Posted 06 January 2017 - 09:21 PM

Hey I have been fighting something similar with Intel X540 on a 10Gbe network port. (Had a support ticket in for almost 5 months).   I have no issue when I plug into a 1Gbe port

 

Possible fix if we share the same root cause, see below?)  I'm seeing something that may be related to root issue with the x540's and its only when there connected to a 10Gbe port. Does not matter if non-bonded or Bonded(tested with Active -Active only)
 
Here is what I have figured out: non-Bonded or Bonded(tested with Active -Active only)
 
It only happens when the x540 is plugged in to a 10Gbe port. Use a 1Gbe port and no issues
XS 7.0 un-patch there are no issues.
 
XS 7.0 after XS70E004, it takes about 40 to 90 seconds for my storage NIC to be up in XS 7.0
 
Looking a the kern logs, that x540 is nothing but "link is up" "link is down" back to back. Takes a long time to stabilize.
Tried updating the x540 firmware to but no luck. 
Note: The current XS 7 download at Citrix has E004 built in.
 
After 6 months Citrix Support gave me something to try that may have worked.     After running all 3 Disable commands, the NFS SR is no longer has a big Red X on reboot.
 
 
When I disable, fcoe, xs-fcoe and lldpad my networking problem goes away.    
 
From what i have leaned in:  There is a driver bug with my intel x540's
 
 
--------
From Citrix Support 
 
We are still evaluating the data we received from you but we would like you to try something.  We think there may be a problem with FCoE causing the problem.  We would like you to try and disable FCoE and see if the problem still persists.  The commands to run on your XenServer host console are:
 
# systemctl disable fcoe
# systemctl disable xs-fcoe
# systemctl disable lldpad
 
Please run the disable commands and reboot to see if that makes a diference in your NFS issue. 
 
# systemctl enable fcoe
# systemctl enable xs-fcoe
# systemctl enable lldpad


Karl Heller Members

Karl Heller
  • 9 posts

Posted 20 April 2017 - 08:41 PM

Just some information that I troubleshooted today that may give some insight... or be completely unrelated.

 

I've installed XS7.1 on similar HP gear and have run into a slew of problems with networking issues in bonding active/passive mode.  As you may know, when creating a bond, the bond uses the MAC off the first NIC's HWADDR.  So in my case, eth0 MAC A and eth1 MAC B so bond has a MAC of A.  eth0 goes to switch 1 and eth1 goes to switch 2 both switches are connected.

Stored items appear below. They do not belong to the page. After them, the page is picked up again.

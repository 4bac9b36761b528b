import { Cron } from "croner";
import type { Db } from "../db/client";
import type { Mailer } from "../mail/mailer";
import { sendWeeklyDigests } from "./digest.service";

/** Mondays at 07:00, server time: before the school day. */
export const DEFAULT_DIGEST_SCHEDULE = "0 7 * * 1";

export interface DigestSchedule {
  stop(): Promise<void>;
}

/** Sends the weekly digests on a croner schedule; a run missed while the server was off is sent at the next one (same week). */
export function startDigestSchedule(
  db: Db,
  options: { pattern?: string; mailer: Pick<Mailer, "send">; publicUrl: string; log: (message: string, error?: unknown) => void },
): DigestSchedule {
  let running: Promise<unknown> | null = null;
  const cron = new Cron(options.pattern ?? DEFAULT_DIGEST_SCHEDULE, { protect: true }, () => {
    running = sendWeeklyDigests(db, { mailer: options.mailer, publicUrl: options.publicUrl, log: options.log })
      .then((r) => options.log(`[digest] sent ${r.sent}, quiet week ${r.quiet}, already done ${r.skipped}, failed ${r.failed}`))
      .catch((error) => options.log("[digest] run failed", error));
  });
  return {
    async stop() {
      cron.stop();
      await running;
    },
  };
}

When failing over to eth1 for testing purposes everything on that same IP space plugged into the same switch that eth0 was plugged into can't talk to each other.

 

I discovered that the passive interface was still sending out traffic, which makes no sense.  Turns out the FCOE components are sending out FCoE discovery packets using the HW mac addresses on EACH connected NIC.

 

So FCoE is sending packets on eth0 with its MAC and is sending packets on eth1 with its MAC... but eth0's mac is in use on BOND0 which is currently on eth1. The switches get confused seeing the same MAC address on two different ports (in my Active/passive configuration).

 

A test I will run is if I can create a fake MAC for the BOND when creating the BOND to avoid this out-of-the-box problem.

Or just disabling all FCoE components... since its probing all interfaces every second.



Eric Hosmer Members

Eric Hosmer
  • 140 posts

Posted 27 April 2017 - 08:29 PM

Hi Karl.

 

Wow this really identify the issue.    Thank you.    



Eric Hosmer Members

Eric Hosmer
  • 140 posts

Posted 01 June 2017 - 05:38 PM

I found one way to fix my issue.    I replaced the x540-at2 NIC's with x520-DA2 Nic's!    When I used the x520's for the storage network everything was fine.